So the tickets were purchased and I worked diligently through my "to do list" and worked on my "what do I need to pack list" and before I could blink it was the night before I was to leave for Witcha, Kansas.  

Have I ever mentioned that I'm a procrastinator? How's this - the airlines asks that you check in online 24 hours prior to flight....8 hours isn't too bad, is it? And oops, my procrastination of going to the office supply store resulted in no ink to print out that boarding pass on my way to the airport that morning. Oh well, they say you can print it at the ticket counter, right?

I just thought I got up in plenty of time....wrong again. Without a boarding pass I had to go through the full service line to check in my baggage AND get a boarding pass. Oh my! The line was incredibly long for 4:30 in the morning! I began to get really nervous. Why wasn't there a line just for people who arrived less than the suggested one hour before departure?!?!?! All I could do was pray.

Seriously, why do we say "all I can do is pray"  when that should be the first thing we do in a crisis! And not just in a crisis, but daily communing with our Father?

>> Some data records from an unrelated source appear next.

import request from 'supertest';
import { afterAll, beforeAll, describe, expect, it } from 'vitest';
import type { AppInstance } from '../../server/app';
import { singlePortableModule, tenByThirteenTwoLevel } from '../../shared/planner';
import { buildUser } from '../support/factories';
import { signedInAs } from '../support/sessions';
import { browserLikeAgent, startTestApp } from '../support/test-app';

let app: AppInstance;
beforeAll(async () => {
  app = await startTestApp();
});
afterAll(() => app.close());

describe('POST /api/planner/plan', () => {
  it('computes a plan for a visitor, with the cutting list, weight and sag checks', async () => {
    const agent = await browserLikeAgent(app);

    const res = await agent.post('/api/planner/plan').send(tenByThirteenTwoLevel);

    expect(res.status).toBe(200);
    expect(res.body.plan.boards.length).toBeGreaterThan(4);
    expect(res.body.plan.cuttingList.length).toBeGreaterThan(0);
    expect(res.body.plan.weight).toBeDefined();
    expect(res.body.plan.safety).toBeDefined();
  });

  it('answers 400 naming the field that is wrong', async () => {
    const agent = await browserLikeAgent(app);

    const res = await agent.post('/api/planner/plan').send({ boards: [{ lengthMm: 250, widthMm: 200 }] });

    expect(res.status).toBe(400);
    expect(res.body.error.code).toBe('invalid_plan_input');
    expect(Object.keys(res.body.error.fields)).toEqual(['boards.0.lengthMm']);
    expect(res.body.error.fields['boards.0.lengthMm']).toMatch(/at least/);
  });

  it('limits how many plans one address computes a minute', async () => {
    const limited = await startTestApp({ plannerLimitPerMinute: 2 });
    try {
      const agent = await browserLikeAgent(limited);
      await agent.post('/api/planner/plan').send(singlePortableModule).expect(200);
      await agent.post('/api/planner/plan').send(singlePortableModule).expect(200);

      const third = await agent.post('/api/planner/plan').send(singlePortableModule);

      expect(third.status).toBe(429);
    } finally {
      await limited.close();
    }
  });
});

describe('/api/plans', () => {
  it('saves, lists, reopens, renames and deletes a member’s plan', async () => {
    const agent = await signedInAs(app, await buildUser(app.ctx.dataSource));

    const created = await agent.post('/api/plans').send({ name: 'Loft layout', input: tenByThirteenTwoLevel });
    expect(created.status).toBe(201);
    const id = created.body.plan.id as number;
    expect((await agent.get('/api/plans')).body.items.map((p: { name: string }) => p.name)).toEqual(['Loft layout']);
    const reopened = await agent.get(`/api/plans/${id}`).expect(200);
    expect(reopened.body.plan.input.room).toBeDefined();
    await agent.put(`/api/plans/${id}`).send({ name: 'Loft, version 2', input: singlePortableModule }).expect(200);
    expect((await agent.get(`/api/plans/${id}`)).body.plan.name).toBe('Loft, version 2');
    await agent.delete(`/api/plans/${id}`).expect(204);
    await agent.get(`/api/plans/${id}`).expect(404);
  });

  it('refuses to store an input the planner would refuse, naming the field', async () => {
    const agent = await signedInAs(app, await buildUser(app.ctx.dataSource));

    const res = await agent
      .post('/api/plans')
      .send({ name: 'Bad', input: { boards: [{ lengthMm: 1200, widthMm: -5 }] } });

    expect(res.status).toBe(422);
    expect(Object.keys(res.body.error.fields)).toEqual(['input.boards.0.widthMm']);
  });

  it('answers 404 when another member asks for, changes or deletes the plan', async () => {
    const owner = await signedInAs(app, await buildUser(app.ctx.dataSource));
    const other = await signedInAs(app, await buildUser(app.ctx.dataSource));
    const { body } = await owner.post('/api/plans').send({ name: 'Private', input: singlePortableModule }).expect(201);
    const url = `/api/plans/${body.plan.id}`;

    await other.get(url).expect(404);
    await other.put(url).send({ name: 'Mine now', input: singlePortableModule }).expect(404);
    await other.post(`${url}/share`).send({ shared: true }).expect(404);
    await other.delete(url).expect(404);
    expect((await owner.get(url)).body.plan.name).toBe('Private');
  });

  it('shares a read-only copy by an unguessable link, and stops sharing it', async () => {
    const owner = await signedInAs(app, await buildUser(app.ctx.dataSource, { displayName: 'Vera Ballast' }));
    const { body } = await owner.post('/api/plans').send({ name: 'Shed layout', input: singlePortableModule });

    const shared = await owner.post(`/api/plans/${body.plan.id}/share`).send({ shared: true }).expect(200);
    const token = new URL(shared.body.plan.shareUrl as string).pathname.split('/').pop()!;
    expect(token).toMatch(/^[A-Za-z0-9_-]{43}$/);
    const seen = await request(app.app).get(`/api/shared-plans/${token}`).expect(200);
    expect(seen.body.plan).toMatchObject({ name: 'Shed layout', sharedBy: 'Vera Ballast' });

    await owner.post(`/api/plans/${body.plan.id}/share`).send({ shared: false }).expect(200);
    await request(app.app).get(`/api/shared-plans/${token}`).expect(404);
  });
});
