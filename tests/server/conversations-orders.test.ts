import { afterAll, beforeAll, describe, expect, it } from 'vitest';
import type { AppInstance } from '../../server/app';
import { Order } from '../../server/features/orders/order.entity';
import type { Listing } from '../../server/features/listings/listing.entity';
import type { User } from '../../server/features/users/user.entity';
import type { OrderState } from '../../shared/orders/states';
import type { FlaggedThreadView, ThreadView } from '../../shared/types/conversations';
import { buildUser } from '../support/factories';
import { linkIn, waitForMail } from '../support/inbox';
import { buildListedListing } from '../support/listing-factories';
import { signedInAs } from '../support/sessions';
import { startTestApp } from '../support/test-app';

let app: AppInstance;
let moderator: User;
let seller: User;
let listing: Listing;
beforeAll(async () => {
  app = await startTestApp();
  moderator = await buildUser(app.ctx.dataSource, { role: 'moderator' });
  seller = await buildUser(app.ctx.dataSource, { displayName: 'Ivy Dropper' });
  listing = await buildListedListing(app.ctx, seller, moderator, { title: 'Scenic module with viaduct' });
});
afterAll(() => app.close());

/** An order row from a fresh buyer for the listing (arrange step; the order lifecycle has its own tests). */
async function buildOrder(state: OrderState, problemRaisedAt: Date | null = null) {
  const buyer = await buildUser(app.ctx.dataSource, { displayName: 'Rufus Crossing' });
  const repo = app.ctx.dataSource.getRepository(Order);
  const order = await repo.save(
    repo.create({
      kind: 'module',
      state,
      listingId: listing.id,
      buyerId: buyer.id,
      sellerId: seller.id,
      currency: 'GBP',
      handover: 'collection',
      itemMinor: 25_000,
      deliveryMinor: 0,
      buyerFeeMinor: 0,
      totalMinor: 25_000,
      commissionBps: 0,
      buyerFeeBps: 0,
      commissionMinor: 0,
      payoutMinor: 25_000,
      problemRaisedAt,
    }),
  );
  return { order, seller, buyer, listing };
}

describe('the thread about an order', () => {
  it('is opened by the first message and shared by the buyer and the seller', async () => {
    const { order, seller, buyer } = await buildOrder('paid_held');
    const buyerAgent = await signedInAs(app, buyer);
    const sellerAgent = await signedInAs(app, seller);

    const empty = await sellerAgent.get(`/api/conversations/orders/${order.id}`).expect(200);
    expect(empty.body).toMatchObject({ thread: null, about: { orderId: order.id, other: { id: buyer.id } } });

    const first = await sellerAgent
      .post(`/api/conversations/orders/${order.id}/messages`)
      .send({ body: 'Collection on Saturday morning suits me.' })
      .expect(201);
    const second = await buyerAgent
      .post(`/api/conversations/orders/${order.id}/messages`)
      .send({ body: 'Saturday at ten, then.' })
      .expect(201);

    expect(second.body.conversationId).toBe(first.body.conversationId);
    const thread = (await buyerAgent.get(`/api/conversations/orders/${order.id}`).expect(200)).body
      .thread as ThreadView;
    expect(thread.conversation).toMatchObject({ kind: 'order', order: { id: order.id, state: 'paid_held' } });
    expect(thread.messages.map((m) => m.body)).toEqual([
      'Collection on Saturday morning suits me.',
      'Saturday at ten, then.',
    ]);
    const mail = await waitForMail(buyer.email, `about order ${order.id}: Scenic module with viaduct`);
    expect(linkIn(mail, `/messages/${first.body.conversationId}`)).toBeTruthy();
  });

  it('answers 404 to members who are not party to the order', async () => {
    const { order, seller } = await buildOrder('paid_held');
    const sellerAgent = await signedInAs(app, seller);
    const { body } = await sellerAgent
      .post(`/api/conversations/orders/${order.id}/messages`)
      .send({ body: 'Private to the order' })
      .expect(201);
    const stranger = await signedInAs(app, await buildUser(app.ctx.dataSource));

    await stranger.get(`/api/conversations/orders/${order.id}`).expect(404);
    await stranger.post(`/api/conversations/orders/${order.id}/messages`).send({ body: 'Hi' }).expect(404);
    await stranger.get(`/api/conversations/${body.conversationId}`).expect(404);
  });

  it('stays closed to moderators while no problem has been raised', async () => {
    const { order, buyer } = await buildOrder('sent');
    const { body } = await (
      await signedInAs(app, buyer)
    )
      .post(`/api/conversations/orders/${order.id}/messages`)
      .send({ body: 'Has it been posted?' })
      .expect(201);
    const mod = await signedInAs(app, moderator);

    await mod.get(`/api/conversations/${body.conversationId}`).expect(404);
    await mod.get(`/api/conversations/orders/${order.id}`).expect(404);
  });

  it('shows a moderator an order with a problem before anyone has written, without a way to write', async () => {
    const { order, seller } = await buildOrder('problem_raised', new Date());
    const mod = await signedInAs(app, moderator);

    const res = await mod.get(`/api/conversations/orders/${order.id}`).expect(200);

    expect(res.body).toMatchObject({ thread: null, about: { orderId: order.id, you: 'moderator' } });
    expect(res.body.about.other.id).not.toBe(seller.id);
    await mod.post(`/api/conversations/orders/${order.id}/messages`).send({ body: 'Hello' }).expect(404);
  });

  it('opens to a moderator once a problem is raised, and stays open after it is settled, read-only', async () => {
    const { order, buyer, seller } = await buildOrder('sent');
    const { body } = await (
      await signedInAs(app, buyer)
    )
      .post(`/api/conversations/orders/${order.id}/messages`)
      .send({ body: 'One end plate arrived split; ring me on 07700 900123.' })
      .expect(201);
    await app.ctx.dataSource
      .getRepository(Order)
      .update({ id: order.id }, { state: 'problem_raised', problemRaisedAt: new Date() });
    const mod = await signedInAs(app, moderator);

    const thread = (await mod.get(`/api/conversations/${body.conversationId}`).expect(200)).body as ThreadView;
    expect(thread.conversation.you).toBe('moderator');
    expect(thread.messages[0]!.contactDetails).toEqual([{ kind: 'phone', match: '07700 900123' }]);
    expect((await mod.get(`/api/conversations/orders/${order.id}`).expect(200)).body.thread.conversation.id).toBe(
      body.conversationId,
    );
    const write = await mod.post(`/api/conversations/${body.conversationId}/messages`).send({ body: 'Hello' });
    expect(write.status).toBe(403);
    await mod.post(`/api/conversations/${body.conversationId}/read`).send({ lastMessageId: 1 }).expect(404);

    await app.ctx.dataSource.getRepository(Order).update({ id: order.id }, { state: 'refunded' });
    await mod.get(`/api/conversations/${body.conversationId}`).expect(200);
    // The members themselves never see the moderators' marker.
    const own = (await (await signedInAs(app, seller)).get(`/api/conversations/${body.conversationId}`)).body;
    expect(own.messages[0].contactDetails).toBeUndefined();
  });
});

describe('contact details shared in messages', () => {
  it('lists for moderators who shared which e-mail address or phone number, and refuses members', async () => {
    const seller = await buildUser(app.ctx.dataSource, { displayName: 'Wendell Gauge' });
    const listing = await buildListedListing(app.ctx, seller, moderator);
    const buyer = await buildUser(app.ctx.dataSource, { displayName: 'Pip Turnout' });
    const buyerAgent = await signedInAs(app, buyer);
    const sent = await buyerAgent
      .post(`/api/conversations/listings/${listing.id}/messages`)
      .send({ body: 'Write to pip.turnout@example.test instead' })
      .expect(201);
    await buyerAgent.post(`/api/conversations/listings/${listing.id}/messages`).send({ body: 'Thanks!' }).expect(201);

    const mod = await signedInAs(app, moderator);
    const items = (await mod.get('/api/conversations/flagged').expect(200)).body.items as FlaggedThreadView[];
    const found = items.find((t) => t.conversation.id === sent.body.conversationId);
    expect(found).toMatchObject({
      readable: false,
      conversation: {
        kind: 'listing',
        buyer: { displayName: 'Pip Turnout' },
        seller: { displayName: 'Wendell Gauge' },
      },
      flags: [
        {
          messageId: sent.body.message.id,
          sender: { id: buyer.id, displayName: 'Pip Turnout' },
          details: [{ kind: 'email', match: 'pip.turnout@example.test' }],
        },
      ],
    });
    expect(JSON.stringify(found)).not.toContain('Thanks!');
    await buyerAgent.get('/api/conversations/flagged').expect(403);
    expect(sent.body.message.contactDetails).toBeUndefined();
  });
});
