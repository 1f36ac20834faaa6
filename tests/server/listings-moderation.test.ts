import type TestAgent from 'supertest/lib/agent';
import { afterAll, beforeAll, describe, expect, it } from 'vitest';
import type { AppInstance } from '../../server/app';
import { AuditEvent } from '../../server/features/audit/audit-event.entity';
import { ListingDecision } from '../../server/features/listings/listing-decision.entity';
import type { User } from '../../server/features/users/user.entity';
import { buildUser, GOOD_PASSWORD } from '../support/factories';
import { waitForMail } from '../support/inbox';
import { buildListedListing, buildListing, moduleBody } from '../support/listing-factories';
import { wholeQueue } from '../support/moderation-queue';
import { signedInAs } from '../support/sessions';
import { browserLikeAgent, startTestApp } from '../support/test-app';

const TICKED = { photosShowItem: true, plausiblePrice: true, nothingProhibited: true, noContactDetails: true };

let app: AppInstance;
let moderator: User;
let mod: TestAgent;
beforeAll(async () => {
  app = await startTestApp();
  moderator = await buildUser(app.ctx.dataSource, { role: 'moderator', displayName: 'Rhoda Quarrie' });
  mod = await signedInAs(app, moderator);
});
afterAll(() => app.close());

async function submitted(seller: User, overrides = {}) {
  const listing = await buildListing(app.ctx.dataSource, seller, overrides);
  await (await signedInAs(app, seller)).post(`/api/listings/${listing.id}/submit`).send({}).expect(200);
  return listing;
}

describe('GET /api/moderation/queue', () => {
  it('lists listings awaiting review and reported ones, oldest first, with the checklist and contact flags', async () => {
    const seller = await buildUser(app.ctx.dataSource);
    const first = await submitted(seller, {
      description: 'Sturdy OO module, ring 07700 900123 or write to seller@example.org before buying.',
    });
    const second = await submitted(seller);
    const reported = await buildListedListing(app.ctx, seller, moderator);
    await (
      await signedInAs(app, await buildUser(app.ctx.dataSource))
    )
      .post(`/api/listings/${reported.id}/reports`)
      .send({ reason: 'misdescribed', details: 'The photos show a different board.' })
      .expect(201);

    const queue = await wholeQueue(mod);

    const times = queue.map((i) => i.queuedAt);
    expect(times).toEqual([...times].sort());
    const ids = queue.map((i) => i.listing.id);
    expect(ids.indexOf(first.id)).toBeLessThan(ids.indexOf(second.id));
    expect(ids.indexOf(second.id)).toBeLessThan(ids.indexOf(reported.id));
    const item = queue.find((i) => i.listing.id === first.id)!;
    expect(item.awaitingReview).toBe(true);
    expect(item.checklist.map((c) => c.item)).toEqual([
      'photosShowItem',
      'plausiblePrice',
      'nothingProhibited',
      'noContactDetails',
    ]);
    expect(item.flags).toEqual([
      { field: 'description', kind: 'phone', match: '07700 900123' },
      { field: 'description', kind: 'email', match: 'seller@example.org' },
    ]);
    const reportedItem = queue.find((i) => i.listing.id === reported.id)!;
    expect(reportedItem).toMatchObject({ awaitingReview: false, reports: [{ reason: 'misdescribed' }] });
  });
});

describe('approving and sending back', () => {
  it('refuses to approve unless every checklist item holds, naming the item', async () => {
    const listing = await submitted(await buildUser(app.ctx.dataSource));
    const res = await mod
      .post(`/api/moderation/listings/${listing.id}/approve`)
      .send({ checklist: { ...TICKED, plausiblePrice: false } });
    expect(res.status).toBe(422);
    expect(Object.keys(res.body.error.fields)).toEqual(['checklist.plausiblePrice']);
  });

  it('sends a listing back with reasons, e-mails the seller and records the decision', async () => {
    const seller = await buildUser(app.ctx.dataSource, { displayName: 'Ivo Penhallow' });
    const listing = await submitted(seller, { title: 'N gauge fiddle yard, six roads' });

    const res = await mod.post(`/api/moderation/listings/${listing.id}/send-back`).send({
      reasons: ['contact-details', 'other'],
      note: 'Please also say which end carries the two tracks.',
      checklist: { ...TICKED, noContactDetails: false },
    });

    expect(res.status).toBe(200);
    expect(res.body.listing.state).toBe('sent_back');
    expect(res.body.listing.lastDecision).toMatchObject({ moderator: { displayName: 'Rhoda Quarrie' } });
    const mail = await waitForMail(seller.email, 'Your listing needs changes: N gauge fiddle yard, six roads');
    expect(mail.text).toContain('Hello Ivo Penhallow');
    expect(mail.text).toContain('Contact details must not appear in the listing');
    expect(mail.text).toContain('Please also say which end carries the two tracks.');
    const decision = await app.ctx.dataSource.getRepository(ListingDecision).findOneByOrFail({ listingId: listing.id });
    expect(decision).toMatchObject({
      moderatorId: moderator.id,
      decision: 'sent_back',
      reasons: ['contact-details', 'other'],
      checklist: { ...TICKED, noContactDetails: false },
    });

    const sellerAgent = await signedInAs(app, seller);
    const own = await sellerAgent.get(`/api/listings/${listing.id}`);
    expect(own.body.listing.lastDecision).toMatchObject({
      decision: 'sent_back',
      reasons: ['contact-details', 'other'],
    });
    expect(own.body.listing.lastDecision).not.toHaveProperty('moderator');
    await sellerAgent.put(`/api/listings/${listing.id}`).send(moduleBody()).expect(200);
    await sellerAgent.post(`/api/listings/${listing.id}/submit`).send({}).expect(200);
  });

  it('asks for a note when the reason is "other"', async () => {
    const listing = await submitted(await buildUser(app.ctx.dataSource));
    const res = await mod.post(`/api/moderation/listings/${listing.id}/send-back`).send({ reasons: ['other'] });
    expect(res.status).toBe(422);
    expect(res.body.error.fields.note).toMatch(/another reason/);
  });
});

describe('POST /api/moderation/listings/:id/take-down', () => {
  it('withdraws a listing and warns its seller by e-mail, recording the warning', async () => {
    const seller = await buildUser(app.ctx.dataSource);
    const listing = await buildListedListing(app.ctx, seller, moderator, { title: 'TT scale station throat board' });

    const res = await mod
      .post(`/api/moderation/listings/${listing.id}/take-down`)
      .send({ reason: 'The board shown is not the one for sale.', sellerAction: 'warn' });

    expect(res.status).toBe(200);
    expect(res.body.listing.state).toBe('withdrawn');
    const mail = await waitForMail(seller.email, 'Your listing was withdrawn: TT scale station throat board');
    expect(mail.text).toContain('This is a warning');
    const warned = await app.ctx.dataSource
      .getRepository(AuditEvent)
      .findOneBy({ action: 'user.warned', targetId: String(seller.id) });
    expect(warned).toMatchObject({ actorId: moderator.id });
  });

  it('suspends the seller: their session ends, sign-in names the reason, and the audit log says who', async () => {
    const seller = await buildUser(app.ctx.dataSource);
    const sellerAgent = await signedInAs(app, seller);
    const listing = await buildListedListing(app.ctx, seller, moderator);

    await mod
      .post(`/api/moderation/listings/${listing.id}/take-down`)
      .send({ reason: 'Selling boards that do not exist.', sellerAction: 'suspend' })
      .expect(200);

    await sellerAgent.get('/api/listings/mine').expect(401);
    const refused = await (
      await browserLikeAgent(app)
    )
      .post('/api/auth/sign-in')
      .send({ email: seller.email, password: GOOD_PASSWORD });
    expect(refused.body.error.message).toContain('Selling boards that do not exist.');
    const suspended = await app.ctx.dataSource
      .getRepository(AuditEvent)
      .findOneBy({ action: 'user.suspended', targetId: String(seller.id) });
    expect(suspended).toMatchObject({ actorId: moderator.id, detail: { reason: 'Selling boards that do not exist.' } });
  });

  it('leaves suspending a moderator to an administrator', async () => {
    const otherModerator = await buildUser(app.ctx.dataSource, { role: 'moderator' });
    const listing = await buildListedListing(app.ctx, otherModerator, moderator);
    const res = await mod
      .post(`/api/moderation/listings/${listing.id}/take-down`)
      .send({ reason: 'Testing the limits.', sellerAction: 'suspend' });
    expect(res.status).toBe(403);
  });
});
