import { afterAll, beforeAll, describe, expect, it } from 'vitest';
import { BUILD_STAGE_LABELS } from '../../shared/schemas/quotes';
import type { BuildView } from '../../shared/types/quotes';
import { waitForMail } from '../support/inbox';
import { eventually, startPayingApp, type PayingApp } from '../support/paying-app';
import { askBoth, quoteAsDrafted, quoteWorld, type QuoteParty, type QuoteWorld } from './quotes-fixture';

let paying: PayingApp;
let world: QuoteWorld;

beforeAll(async () => {
  paying = await startPayingApp();
  world = await quoteWorld(paying.app);
}, 60_000);
afterAll(() => paying?.close());

const build = async (who: QuoteParty, id: number) =>
  (await who.agent.get(`/api/builds/${id}`).expect(200)).body.build as BuildView;

/** An accepted quote from the near builder: the build order's id. */
async function acceptedOrder(): Promise<number> {
  const requestId = await askBoth(world);
  const quoteId = await quoteAsDrafted(world.near, requestId);
  const res = await world.buyer.agent
    .post(`/api/quotes/${quoteId}/accept`)
    .send({ handover: 'collection' })
    .expect(201);
  return res.body.orderId as number;
}

async function pay(orderId: number, state: string): Promise<void> {
  await world.buyer.agent.post(`/api/orders/${orderId}/payments`).send({ paymentMethod: 'pm_card_visa' }).expect(200);
  await eventually(
    () => build(world.buyer, orderId),
    (b) => b.state === state,
  );
}

describe('a build order from deposit to balance', { timeout: 30_000 }, () => {
  it('takes the deposit, records the stages (e-mailing the buyer at each), asks for the balance when ready, and holds it once paid', async () => {
    const id = await acceptedOrder();
    const first = await build(world.buyer, id);
    expect(first).toMatchObject({ state: 'awaiting_deposit', viewerRole: 'buyer', nextStages: [] });
    expect(first.due).toEqual({ purpose: 'deposit', amountMinor: first.depositMinor });
    expect(first.depositMinor + first.balanceMinor).toBe(first.totalMinor);

    await pay(id, 'in_build');
    await waitForMail(world.buyer.user.email, 'Deposit paid:');
    await waitForMail(world.near.user.email, 'Deposit paid, start the build:');
    expect((await build(world.near, id)).nextStages).toEqual(['materials_bought', 'ready']);
    const noted = await world.near.agent
      .post(`/api/builds/${id}/stages`)
      .send({ stage: 'materials_bought', note: 'Ply and 2x1 in the workshop.' })
      .expect(200);
    expect(noted.body.build.stages).toMatchObject([
      { stage: 'materials_bought', note: 'Ply and 2x1 in the workshop.' },
    ]);
    await world.near.agent.post(`/api/builds/${id}/stages`).send({ stage: 'frames_built' }).expect(200);
    const ready = await world.near.agent.post(`/api/builds/${id}/stages`).send({ stage: 'ready' }).expect(200);
    expect(ready.body.build).toMatchObject({ state: 'awaiting_balance', nextStages: [] });
    expect((ready.body.build as BuildView).stages.map((s) => s.stage)).toEqual([
      'materials_bought',
      'frames_built',
      'ready',
    ]);
    await waitForMail(world.buyer.user.email, `Build progress: ${BUILD_STAGE_LABELS.materials_bought}`);
    await waitForMail(world.buyer.user.email, `Build progress: ${BUILD_STAGE_LABELS.frames_built}`);
    await waitForMail(world.buyer.user.email, 'Your boards are built: balance of');
    const due = await build(world.buyer, id);
    expect(due.due).toEqual({ purpose: 'balance', amountMinor: due.balanceMinor });

    await pay(id, 'paid_held');
    expect((await build(world.buyer, id)).due).toBeNull();
    expect((await paying.chargesFor(id)).map((c) => c.amount).sort((a, b) => a - b)).toEqual(
      [due.depositMinor, due.balanceMinor].sort((a, b) => a - b),
    );
  });

  it('answers 409 for a stage before the deposit is paid, or out of order, or recorded twice', async () => {
    const id = await acceptedOrder();
    const early = await world.near.agent
      .post(`/api/builds/${id}/stages`)
      .send({ stage: 'materials_bought' })
      .expect(409);
    expect(early.body.error.code).toBe('order_state');
    await world.near.agent.post(`/api/builds/${id}/stages`).send({ stage: 'ready' }).expect(409);
    await pay(id, 'in_build');
    const skipped = await world.near.agent.post(`/api/builds/${id}/stages`).send({ stage: 'frames_built' }).expect(409);
    expect(skipped.body.error.code).toBe('stage_order');
    await world.near.agent.post(`/api/builds/${id}/stages`).send({ stage: 'materials_bought' }).expect(200);
    await world.near.agent.post(`/api/builds/${id}/stages`).send({ stage: 'materials_bought' }).expect(409);
  });

  it('answers 403 when the buyer records a stage, and 404 to anyone not party to the order', async () => {
    const id = await acceptedOrder();
    await world.buyer.agent.post(`/api/builds/${id}/stages`).send({ stage: 'materials_bought' }).expect(403);
    await world.second.agent.get(`/api/builds/${id}`).expect(404);
    await world.second.agent.post(`/api/builds/${id}/stages`).send({ stage: 'ready' }).expect(404);
  });
});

Praying led me to be more calm and removed the stress I felt climbing. I knew I just needed a good dose of patience.  They opened another line and asked all those who already had their boarding pass to go to a new line (oh how I wished that were me!) But it did reduce the line in front of me. Hope, yes there was hope.

Then they called on the loud speaker for boarding of my flight. Oh my!  Again I prayed and was given the boldness to ask to cut in line. How embarrassing! I caught the attention of a lady across the rope line from me and said "my flight is boarding, do you mind if I cut in front" (while ignoring all those wrapped around the line between she and I). She said "I don't mind" and I crawled humbly under the rope, not without some difficulty I might add, I don't pack light.

There were still 4 groups of people between me and the clerk at the check in counter. Swallowing my pride I asked them if they minded....rolling their eyes they gave me consent to go ahead of them. Or was it I took their no comment as consent?  I turned around to all the people who were paying attention that I'd cut in line and humbly apologized for my tardiness to the airport and my rudeness in asking to go in front of them. I didn't wait for a response of approval or disapproval, I just quickly made my way to the nice gentlemen who took my bag (thank you Lord I wasn't overweight which would have meant either repacking or money). He told me I'd best have on my running shoes because the plane wouldn't wait on me. 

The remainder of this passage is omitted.